What I wanted to show in this article was what I learned from the process and my experience first-hand with the 80% Arms Easy Jig. I am not an engineer by any stretch and do not rebuild engines in my spare time. I am also not someone who knows every power tool and can fabricate things on my own. I am just an average guy, with average skills and experience but I think I will show you how that is more than adequate for this type of 80% receiver project.

What is an 80% receiver?

Before we get into the review, for those who don’t know an 80% lower receiver is an unfinished chunk of metal in the shape of a firearm. It cannot without extensive modifications be used as a firearm itself and according to the ATF, it  has not yet reached a stage of manufacture that meets the definition of “firearm frame” or “receiver” according to the Gun Control Act (GCA).

When you purchase a complete rifle or AR-15 lower receiver, it will be milled out to accept the parts of the Fire Control Group – or the trigger. An 80 % lower has not gone to that step yet so technically it is not a firearm. The entire section where the fire control group would go is still sold metal. That lower has been taken 80% of the way to completion and the rest is up to you.

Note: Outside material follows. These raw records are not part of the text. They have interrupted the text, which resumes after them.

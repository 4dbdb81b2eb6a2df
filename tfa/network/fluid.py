"""The ``[fluid]`` section of an environment: totals a geochemist measures (dissolved inorganic
carbon, total sulfide, total ammonia, mol/L) in place of one species each.

``tfa`` speciates each total at the environment's conditions (:mod:`tfa.thermo.speciation`) and
fixes the network's compounds consistently: a compound with thermo key ``CO2`` (dissolved CO2
only) gets the CO2(aq) share of the carbon, one with ``CO2tot`` (total CO2) the whole; ``H2S``
and ``ammonia`` are reactants that already hold every protonation state, so they get the totals.
Because the shares are computed at the conditions, a copy of the environment at another pH or
temperature (a map, a mixing line) fixes the new shares. A compound fixed by ``[fluid]`` must not
also be in ``[feed]``.

The ions of the totals need an ionic strength of at least ½(Σ c z² + |Σ c z|)
(:func:`tfa.thermo.speciation.least_ionic_strength`); a stated ionic strength below it is warned
about (:func:`ionic_strength_warning`), naming the ions and the least value.

File format::

    [fluid]
    dissolved_inorganic_carbon_M = 2.0e-2
    total_sulfide_M = 1.0e-4
    total_ammonia_M = 1.0e-3
"""

from __future__ import annotations

from typing import Callable

from ..conditions import Conditions, ModelRangeWarning
from ..errors import NetworkFileError


class FluidWarning(ModelRangeWarning):
    """The stated ionic strength is below what the fluid's ions force (shown and recorded as the
    model-range warnings are)."""


#: Keys of ``[fluid]`` -> the total they give (keys of :data:`tfa.thermo.speciation.TOTALS`).
FLUID_KEYS = {
    "dissolved_inorganic_carbon_M": "dissolved_inorganic_carbon",
    "total_sulfide_M": "total_sulfide",
    "total_ammonia_M": "total_ammonia",
}
#: Thermo keys a total fixes, with the species whose share it takes (None: the whole total).
TARGETS = {
    "dissolved_inorganic_carbon": (("CO2", "CO2(aq)+H2O"), ("CO2tot", None)),
    "total_sulfide": (("H2S", None),),
    "total_ammonia": (("ammonia", None),),
}


def read_fluid(section: dict, where: str, positive) -> dict[str, float]:
    """Total name -> mol/L from the ``[fluid]`` section (``positive``: the environment's gate)."""
    out = {}
    for key, value in section.items():
        if key not in FLUID_KEYS:
            import difflib
            close = difflib.get_close_matches(key, list(FLUID_KEYS), n=1)
            hint = f"did you mean '{close[0]}'? " if close else ""
            raise NetworkFileError(f"{where}: unknown key '{key}' in [fluid]; {hint}allowed: "
                                   f"{', '.join(FLUID_KEYS)}")
        out[FLUID_KEYS[key]] = positive(where, "fluid", key, value)
    return out


def speciations(fluid: dict[str, float], conditions: Conditions, db=None) -> dict:
    """Total name -> :class:`tfa.thermo.speciation.Speciation` at ``conditions``."""
    from ..thermo.database import ThermoDatabase
    from ..thermo.speciation import TOTALS, speciate

    db = db or ThermoDatabase.load()
    return {name: speciate(db, TOTALS[name], total, conditions) for name, total in fluid.items()}


def fluid_activities(fluid: dict[str, float], conditions: Conditions,
                     resolve: Callable[[str], str | None], db=None) -> dict[str, tuple[str, float]]:
    """Metabolite id -> (thermo key, fixed activity mol/L) for every compound the totals fix.

    ``resolve(thermo key)`` gives the metabolite id or None.

    Raises
    ------
    NetworkFileError
        A total that fixes no compound of the network.
    """
    out: dict[str, tuple[str, float]] = {}
    for name, split in speciations(fluid, conditions, db).items():
        found = False
        for key, species in TARGETS[name]:
            met = resolve(key)
            if met is None:
                continue
            found = True
            out[met] = (key, split.total if species is None else split.concentration(species))
        if not found:
            keys = " or ".join(k for k, _ in TARGETS[name])
            raise NetworkFileError(f"[fluid] {name}: the network has no compound with thermo key "
                                   f"{keys}; remove the total or add the compound")
    return out


def ionic_strength_warning(fluid: dict[str, float], conditions: Conditions, db=None) -> str | None:
    """A message when ``conditions.ionic_strength`` is below what the fluid's ions force."""
    from ..thermo.speciation import least_ionic_strength

    if not fluid:
        return None
    splits = speciations(fluid, conditions, db)
    least = least_ionic_strength(splits.values())
    if conditions.ionic_strength + 1e-12 >= least:
        return None
    parts = ", ".join(f"{sp} {c * 1e3:.3g} mM" for s in splits.values()
                      for sp, c, z in zip(s.species, s.concentrations, s.charges) if z and c > 1e-6)
    return (f"ionic strength {conditions.ionic_strength:g} mol/L is below the {least:.3g} mol/L that "
            f"the fluid's ions force at pH {conditions.ph:g} ({parts}, with counter-ions); raise "
            "ionic_strength_M or lower the totals")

According to the ATF - 80% lowers are not firearms

My first 80% lower project

This is where the fun comes in. 80% lower receivers, since they are not a firearm do not come with serial numbers and you do not have to have any license to purchase them. They can be shipped directly to your door without having to go through an FFL.

At least they can right now. Just yesterday, the administration announced they were targeting “ghost guns” so this may be the last time you could legally purchase these items without a lot of paperwork. There has already been at least one raid by the ATF against another manufacturer Polymer80 in December. Laws can change and I am certainly not a lawyer. This is not legal advice. Use your best, informed judgment. Milling out your own 80% lower receiver is a fun project that can be done in a few hours with basic tools but you have to decide whether or not this is right for you.

Assuming it is and you do want to make your very own milled out AR-15 lower receiver, let’s proceed.

What’s in the box?

To convert your own 80% lower receiver you just need a few things. First, you need a good 80% lower and you can find these in a few places. I went with an AR-15 lower from, the maker of this jig.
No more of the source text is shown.